[AIM OF THE EXERCISE]
Could you please repeat all of the entries exactly as written?

(Records contained in a dataset)
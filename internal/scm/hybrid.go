package scm

import (
	"fmt"

	"github.com/gapwise/gapwise/internal/workers"
	"github.com/gapwise/gapwise/metrics"
)

// maxChunks is the number of contiguous record ranges a hybrid simulation is
// split into. Chunks are the unit of parallel work and the batches of the
// batch-means Monte Carlo error in GroundTruth; their bounds depend only on
// n, never on the number of goroutines.
const maxChunks = 32

// HybridStats simulates n records of every hybrid distribution P_S at once,
// with common random numbers: record j has the same noise in every
// coalition. It returns the metric statistics (metrics.Stats with the given
// score bins, decisions at score ≥ threshold) of each coalition, indexed by
// the Coalition bit set, so element 0 is the reference distribution and
// element All(k) the comparison distribution. The records of coalition s
// are exactly those of Simulate(m, s, n, seed). Deterministic for a given
// seed whatever GOMAXPROCS.
func HybridStats(m *Model, n int, seed uint64, threshold float64, bins int) ([]*metrics.Stats, error) {
	chunks, err := hybridChunks(m, n, seed, threshold, bins, true)
	if err != nil {
		return nil, err
	}
	return sumChunks(chunks, bins), nil
}

// Hybrid returns the metric statistics of n records of the single hybrid
// distribution P_s, drawn from the same random stream as HybridStats.
func Hybrid(m *Model, s Coalition, n int, seed uint64, threshold float64, bins int) (*metrics.Stats, error) {
	rec, err := Simulate(m, s, n, seed)
	if err != nil {
		return nil, err
	}
	if bins < 1 {
		return nil, fmt.Errorf("scm: need at least 1 score bin, got %d", bins)
	}
	st := metrics.NewStats(bins)
	for j := range rec.Labels {
		st.Add(rec.Labels[j], rec.Scores[j], threshold, 1)
	}
	return st, nil
}

// hybridChunks returns per chunk, per coalition statistics. Without logLoss
// the log-loss sums (Stats.WL) stay 0.
func hybridChunks(m *Model, n int, seed uint64, threshold float64, bins int, logLoss bool) ([][]*metrics.Stats, error) {
	if err := m.Validate(); err != nil {
		return nil, err
	}
	if n < 1 {
		return nil, fmt.Errorf("scm: hybrid simulation needs at least 1 record, got %d", n)
	}
	if bins < 1 {
		return nil, fmt.Errorf("scm: need at least 1 score bin, got %d", bins)
	}
	k := len(m.Nodes)
	blocks := (n + BlockSize - 1) / BlockSize
	nChunks := min(maxChunks, blocks)
	out := make([][]*metrics.Stats, nChunks)
	workers.For(0, nChunks, func(_, c int) {
		// Coalitions differing only in unshifted nodes share statistics.
		shifted := m.ShiftedSet()
		stats := make([]*metrics.Stats, 1<<uint(k))
		for s := range stats {
			if r := Coalition(s) & shifted; r != Coalition(s) {
				stats[s] = stats[r]
			} else {
				stats[s] = metrics.NewStats(bins)
			}
		}
		e := newEvaluator(m)
		leaf := newLeafScorer(m, threshold, logLoss)
		visit := func(s Coalition, v []float64) { leaf.add(stats[s], v) }
		for b := c * blocks / nChunks; b < (c+1)*blocks/nChunks; b++ {
			r := blockRand(seed, streamHybrid, b)
			for j := b * BlockSize; j < min(n, (b+1)*BlockSize); j++ {
				drawNoise(r, e.u, e.z)
				e.everyCoalition(visit)
			}
		}
		out[c] = stats
	})
	return out, nil
}

// sumChunks adds the chunks' statistics in chunk order.
func sumChunks(chunks [][]*metrics.Stats, bins int) []*metrics.Stats {
	total := make([]*metrics.Stats, len(chunks[0]))
	for s := range total {
		total[s] = metrics.NewStats(bins)
		for _, c := range chunks {
			addStats(total[s], c[s])
		}
	}
	return total
}

// addStats adds src's cells to dst's.
func addStats(dst, src *metrics.Stats) {
	for c := range dst.W {
		dst.W[c] += src.W[c]
		dst.WS[c] += src.WS[c]
		dst.WS2[c] += src.WS2[c]
		dst.WL[c] += src.WL[c]
	}
}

[WRITTEN RESPONSE]
filename internal/scm/hybrid.go
package scm

import (
	"fmt"

	"github.com/gapwise/gapwise/internal/workers"
	"github.com/gapwise/gapwise/metrics"
)

// maxChunks is the number of contiguous record ranges a hybrid simulation is
// split into. Chunks are the unit of parallel work and the batches of the
// batch-means Monte Carlo error in GroundTruth; their bounds depend only on
// n, never on the number of goroutines.
const maxChunks = 32

// HybridStats simulates n records of every hybrid distribution P_S at once,
// with common random numbers: record j has the same noise in every
// coalition. It returns the metric statistics (metrics.Stats with the given
// score bins, decisions at score ≥ threshold) of each coalition, indexed by
// the Coalition bit set, so element 0 is the reference distribution and
// element All(k) the comparison distribution. The records of coalition s
// are exactly those of Simulate(m, s, n, seed). Deterministic for a given
// seed whatever GOMAXPROCS.
func HybridStats(m *Model, n int, seed uint64, threshold float64, bins int) ([]*metrics.Stats, error) {
	chunks, err := hybridChunks(m, n, seed, threshold, bins, true)
	if err != nil {
		return nil, err
	}
	return sumChunks(chunks, bins), nil
}

// Hybrid returns the metric statistics of n records of the single hybrid
// distribution P_s, drawn from the same random stream as HybridStats.
func Hybrid(m *Model, s Coalition, n int, seed uint64, threshold float64, bins int) (*metrics.Stats, error) {
	rec, err := Simulate(m, s, n, seed)
	if err != nil {
		return nil, err
	}
	if bins < 1 {
		return nil, fmt.Errorf("scm: need at least 1 score bin, got %d", bins)
	}
	st := metrics.NewStats(bins)
	for j := range rec.Labels {
		st.Add(rec.Labels[j], rec.Scores[j], threshold, 1)
	}
	return st, nil
}

// hybridChunks returns per chunk, per coalition statistics. Without logLoss
// the log-loss sums (Stats.WL) stay 0.
func hybridChunks(m *Model, n int, seed uint64, threshold float64, bins int, logLoss bool) ([][]*metrics.Stats, error) {
	if err := m.Validate(); err != nil {
		return nil, err
	}
	if n < 1 {
		return nil, fmt.Errorf("scm: hybrid simulation needs at least 1 record, got %d", n)
	}
	if bins < 1 {
		return nil, fmt.Errorf("scm: need at least 1 score bin, got %d", bins)
	}
	k := len(m.Nodes)
	blocks := (n + BlockSize - 1) / BlockSize
	nChunks := min(maxChunks, blocks)
	out := make([][]*metrics.Stats, nChunks)
	workers.For(0, nChunks, func(_, c int) {
		// Coalitions differing only in unshifted nodes share statistics.
		shifted := m.ShiftedSet()
		stats := make([]*metrics.Stats, 1<<uint(k))
		for s := range stats {
			if r := Coalition(s) & shifted; r != Coalition(s) {
				stats[s] = stats[r]
			} else {
				stats[s] = metrics.NewStats(bins)
			}
		}
		e := newEvaluator(m)
		leaf := newLeafScorer(m, threshold, logLoss)
		visit := func(s Coalition, v []float64) { leaf.add(stats[s], v) }
		for b := c * blocks / nChunks; b < (c+1)*blocks/nChunks; b++ {
			r := blockRand(seed, streamHybrid, b)
			for j := b * BlockSize; j < min(n, (b+1)*BlockSize); j++ {
				drawNoise(r, e.u, e.z)
				e.everyCoalition(visit)
			}
		}
		out[c] = stats
	})
	return out, nil
}

// sumChunks adds the chunks' statistics in chunk order.
func sumChunks(chunks [][]*metrics.Stats, bins int) []*metrics.Stats {
	total := make([]*metrics.Stats, len(chunks[0]))
	for s := range total {
		total[s] = metrics.NewStats(bins)
		for _, c := range chunks {
			addStats(total[s], c[s])
		}
	}
	return total
}

// addStats adds src's cells to dst's.
func addStats(dst, src *metrics.Stats) {
	for c := range dst.W {
		dst.W[c] += src.W[c]
		dst.WS[c] += src.WS[c]
		dst.WS2[c] += src.WS2[c]
		dst.WL[c] += src.WL[c]
	}
}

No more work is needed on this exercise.